La frase retumba hasta ahora en mi cabeza y para no morir de un aneurisma siento la inmensa necesidad de gritarle al mundo ¡Basta ya, estupidez humana, los cubanos en todos lados somos los mismos!
El amor a la patria y el sentido de pertenencia a la nación se van con uno a dondequiera, junto a la idiosincrasia que como cubanos nos distingue, y estos no guardan relación con afiliaciones políticas. Se puede amar a Cuba sin ser afín a la Revolución.

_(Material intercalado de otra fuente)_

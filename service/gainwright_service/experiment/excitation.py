"""Excitation: how large the relay is, when it grows, and where its centre lies. Pure arithmetic.

Starts small, grows per half-period towards a target swing that a forecast keeps below half of the allowed deviation,
re-centres by a quarter of the amplitude per cycle until the half-periods balance.
"""

from __future__ import annotations

from dataclasses import dataclass, replace

from gainwright_service.experiment.commands import Facts
from gainwright_service.experiment.plan import Plan
from gainwright_service.experiment.scoring import Cycle

TARGET_HYSTERESES = 8.0
"""The target swing in hystereses; never below 4, where the hysteresis rules the answer."""
TARGET_QUANTA = 20.0
TARGET_SHARE = 0.15
LARGEST_SHARE = 0.45
"""Shares of the allowed deviation: the least swing wanted of a quiet loop, the most a forecast may reach."""
NEAR_ENOUGH = 0.75
TOO_LARGE = 1.1
"""A swing this far above the largest one that was forecast is cut back; a merely larger one than wanted is kept, since
it carries more information."""
RECENTRE_SHARE = 0.25
BALANCED = 0.05
"""Imbalance of the half-periods that is left alone."""


@dataclass(frozen=True, slots=True)
class Excitation:
    """The relay's levels and what bounds them, output units; swings in PV units."""

    plan: Plan
    resting_output: float
    amplitude: float
    bias: float
    target_swing: float
    largest_swing: float
    largest_amplitude: float

    def grown(self) -> Excitation:
        """One step of growth, for a relay that does not carry the process through the hysteresis."""
        return self._sized(self.amplitude * self.plan.growth)

    def matched(self, swing: float) -> Excitation:
        """The amplitude for the next half-period, from the swing of the last one."""
        if swing <= 0:
            return self.grown()
        ratio = self.target_swing / swing
        if ratio > 1 / NEAR_ENOUGH:
            return self._sized(self.amplitude * min(ratio, self.plan.growth))
        if swing > TOO_LARGE * self.largest_swing:
            return self._sized(self.amplitude * max(self.largest_swing / swing, 1 / self.plan.growth))
        return self

    def recentred(self, cycle: Cycle) -> Excitation:
        """The bias moved against the imbalance of a cycle, by at most a quarter of the amplitude."""
        imbalance = cycle.imbalance
        if abs(imbalance) <= BALANCED:
            return self
        most = RECENTRE_SHARE * self.amplitude
        shift = max(-most, min(most, self.amplitude * imbalance)) * self.plan.effect
        room = max(self.plan.max_output_change - self.amplitude, 0.0)
        low = max(self.resting_output - room, self.plan.output_low + self.amplitude)
        high = min(self.resting_output + room, self.plan.output_high - self.amplitude)
        if low > high:
            return self
        return replace(self, bias=max(low, min(high, self.bias + shift)))

    @property
    def exhausted(self) -> bool:
        """Whether the amplitude cannot grow any more."""
        return self.amplitude >= self.largest_amplitude * (1 - 1e-9)

    def _sized(self, amplitude: float) -> Excitation:
        plan = self.plan
        room = min(
            self.largest_amplitude,
            plan.max_output_change - abs(self.bias - self.resting_output),
            self.bias - plan.output_low,
            plan.output_high - self.bias,
        )
        return replace(self, amplitude=min(amplitude, room)) if room > 0 else self


def starting(plan: Plan, facts: Facts) -> Excitation:
    """The excitation of the first half-period."""
    narrowest = min(plan.deviation_up, plan.deviation_down)
    wanted = max(TARGET_HYSTERESES * facts.hysteresis, TARGET_QUANTA * facts.quantum, TARGET_SHARE * narrowest)
    room = min(
        plan.max_amplitude,
        plan.max_output_change,
        facts.resting_output - plan.output_low,
        plan.output_high - facts.resting_output,
    )
    return Excitation(
        plan=plan,
        resting_output=facts.resting_output,
        amplitude=min(plan.start_amplitude, room),
        bias=facts.resting_output,
        target_swing=min(wanted, LARGEST_SHARE * narrowest),
        largest_swing=LARGEST_SHARE * narrowest,
        largest_amplitude=room,
    )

En adición, me atrevo a afirmar que tanto los cubanos residentes en la isla como los que viven en Estados Unidos, Australia, Sudáfrica, Irlanda, Corea del Sur y demás lugares donde han hallado cobijo, movemos los pies al escuchar la conga o el ritmo de Van Van, nos deleitamos ante un plato de arroz, frijoles negros, huevo frito y platanitos bien maduros, amarillitos. Lo mismo nos ocurre con el pan con aguacate acompañado de un batido de zapote o de mango.
Los que viven afuera al pasar por una tienda y ver ropa en promoción piensan en comprársela a alguien que dejaron en el otro lado del mar. Es solo cobrar y correr a enviar dinero a través de la Western Union para que los padres, hermanos e hijos puedan comer un bistec de cerdo al menos en el almuerzo de los domingos.

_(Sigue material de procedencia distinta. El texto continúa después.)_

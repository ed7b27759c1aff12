"""The words of an experiment: states, phases, outcomes, exits. No behaviour."""

from __future__ import annotations

from enum import StrEnum


class State(StrEnum):
    """Where the machine stands; finer than the phases that people see."""

    LISTENING = "listening"
    TAKING_OVER = "taking_over"
    PROBING = "probing"
    SWINGING = "swinging"
    RETURNING = "returning"
    RESTORING = "restoring"
    FINISHED = "finished"


class Phase(StrEnum):
    """What people see."""

    LISTENING = "listening"
    PROBING = "probing"
    SWINGING = "swinging"
    RETURNING = "returning"
    FINISHED = "finished"


PHASES: dict[State, Phase] = {
    State.LISTENING: Phase.LISTENING,
    State.TAKING_OVER: Phase.PROBING,
    State.PROBING: Phase.PROBING,
    State.SWINGING: Phase.SWINGING,
    State.RETURNING: Phase.RETURNING,
    State.RESTORING: Phase.RETURNING,
    State.FINISHED: Phase.FINISHED,
}

DRIVING = frozenset({State.TAKING_OVER, State.PROBING, State.SWINGING, State.RETURNING, State.RESTORING})
"""States in which the output may be ours: the device's watchdog is beaten, the guard watches for other hands."""

TESTING = frozenset({State.PROBING, State.SWINGING})
"""States in which test outputs are commanded."""


class Outcome(StrEnum):
    """How an experiment ended."""

    COMPLETED = "completed"
    STOPPED = "stopped"
    LIMITED = "limited"
    YIELDED = "yielded"
    LOST = "lost"
    INTERRUPTED = "interrupted"


class Exit(StrEnum):
    """What became of the exit action."""

    PENDING = "pending"
    VERIFIED = "verified"
    UNVERIFIED = "unverified"
    NOT_WRITTEN = "not_written"
    NOT_OURS = "not_ours"
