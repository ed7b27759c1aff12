"""The one transition table: what each state does with each kind of event.

Theory. A test is a short loan of somebody else's output. While LISTENING nothing is ours and every ending is an
ending untouched. From TAKING_OVER on the output may be ours, so every ending is a `leave`: the exit output is asked
for first and the ending's cause is kept for the record, until RETURNING has seen it in force and RESTORING has seen
the mode as found. The one exception is another hand on the loop: then everything of ours stops at once, nothing is
written, and the machine is FINISHED. A kind of event that cannot belong to a state is `astray`: the machine trusts
itself no longer and leaves by the same path. FINISHED takes every event and asks for nothing.

The entries are names of the machine's methods; a test proves that every pair stands here and every name exists.
"""

from __future__ import annotations

from collections.abc import Mapping

from gainwright_service.experiment.events import (
    Event,
    HandedBack,
    Interrupted,
    Missed,
    NotSecured,
    Sampled,
    Secured,
    SomebodyActed,
    StopRequested,
    TookOver,
    Tripped,
    WriteFailed,
)
from gainwright_service.experiment.states import State

KINDS: tuple[type[Event], ...] = (
    Sampled,
    Missed,
    Tripped,
    SomebodyActed,
    StopRequested,
    Interrupted,
    Secured,
    NotSecured,
    TookOver,
    WriteFailed,
    HandedBack,
)

_TESTING: Mapping[type[Event], str] = {
    Sampled: "swing",
    Missed: "wait",
    Tripped: "leave_limited",
    SomebodyActed: "give_way",
    StopRequested: "leave_stopped",
    Interrupted: "leave_interrupted",
    Secured: "astray",
    NotSecured: "astray",
    TookOver: "astray",
    WriteFailed: "leave_unwritten",
    HandedBack: "astray",
}

TABLE: Mapping[State, Mapping[type[Event], str]] = {
    State.LISTENING: {
        Sampled: "listen",
        Missed: "wait",
        Tripped: "end_untouched_limited",
        SomebodyActed: "end_untouched_yielded",
        StopRequested: "end_untouched_stopped",
        Interrupted: "end_untouched_interrupted",
        Secured: "secured",
        NotSecured: "end_untouched_interrupted",
        TookOver: "astray",
        WriteFailed: "astray",
        HandedBack: "astray",
    },
    State.TAKING_OVER: {
        **_TESTING,
        Sampled: "wait",
        TookOver: "begin",
    },
    State.PROBING: _TESTING,
    State.SWINGING: _TESTING,
    State.RETURNING: {
        Sampled: "settle",
        Missed: "await_link",
        Tripped: "note",
        SomebodyActed: "give_way",
        StopRequested: "note",
        Interrupted: "note",
        Secured: "note",
        NotSecured: "note",
        TookOver: "note",
        WriteFailed: "exit_failed",
        HandedBack: "note",
    },
    State.RESTORING: {
        Sampled: "verify",
        Missed: "await_link",
        Tripped: "note",
        SomebodyActed: "give_way",
        StopRequested: "note",
        Interrupted: "note",
        Secured: "note",
        NotSecured: "note",
        TookOver: "note",
        WriteFailed: "exit_failed",
        HandedBack: "note",
    },
    State.FINISHED: dict.fromkeys(KINDS, "note"),
}


def handler_of(state: State, event: Event) -> str:
    """The machine's method for an event in a state."""
    return TABLE[state][type(event)]


GOES_TO: Mapping[str, tuple[State, ...]] = {
    "listen": (State.LISTENING, State.TAKING_OVER, State.FINISHED),
    "secured": (State.LISTENING, State.FINISHED),
    "begin": (State.PROBING, State.RETURNING, State.FINISHED),
    "swing": (State.PROBING, State.SWINGING, State.RETURNING),
    "leave_limited": (State.RETURNING,),
    "leave_stopped": (State.RETURNING,),
    "leave_interrupted": (State.RETURNING,),
    "leave_unwritten": (State.RETURNING,),
    "give_way": (State.FINISHED,),
    "end_untouched_limited": (State.FINISHED,),
    "end_untouched_yielded": (State.FINISHED,),
    "end_untouched_stopped": (State.FINISHED,),
    "end_untouched_interrupted": (State.FINISHED,),
    "astray": (State.RETURNING, State.FINISHED),
    "settle": (State.RETURNING, State.RESTORING, State.FINISHED),
    "await_link": (State.RETURNING, State.RESTORING, State.FINISHED),
    "exit_failed": (State.RETURNING, State.RESTORING, State.FINISHED),
    "verify": (State.RESTORING, State.FINISHED),
    "wait": (),
    "note": (),
}
"""Where each handler may lead; empty where it stays. The machine's tests hold it to this."""


def diagram() -> str:
    """The table as a Mermaid state diagram."""
    edges: dict[tuple[State, State], list[str]] = {}
    for state, row in TABLE.items():
        for kind, handler in row.items():
            for target in GOES_TO[handler]:
                if target is not state:
                    edges.setdefault((state, target), []).append(kind.__name__)
    lines = ["stateDiagram-v2", "    [*] --> listening"]
    for (source, target), kinds in edges.items():
        lines.append(f"    {source} --> {target}: {', '.join(dict.fromkeys(kinds))}")
    lines.append("    finished --> [*]")
    return "\n".join(lines) + "\n"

Dicharachos, bailar casino y reggaetón, chistes picantes, sensualidad, caldosa, el juego de dómino y reírse de los problemas forman parte de las fiestas en las dos orillas. En ambas salas se exhiben fotos de familia.

Bien es cierto que con la migración ha venido lo bueno, lo malo y lo regular. Hay quien llegó a la mitad del mundo a trabajar y quien vino a hacer negocios ilícitos, pero al final no deberían pagar justos por pecadores.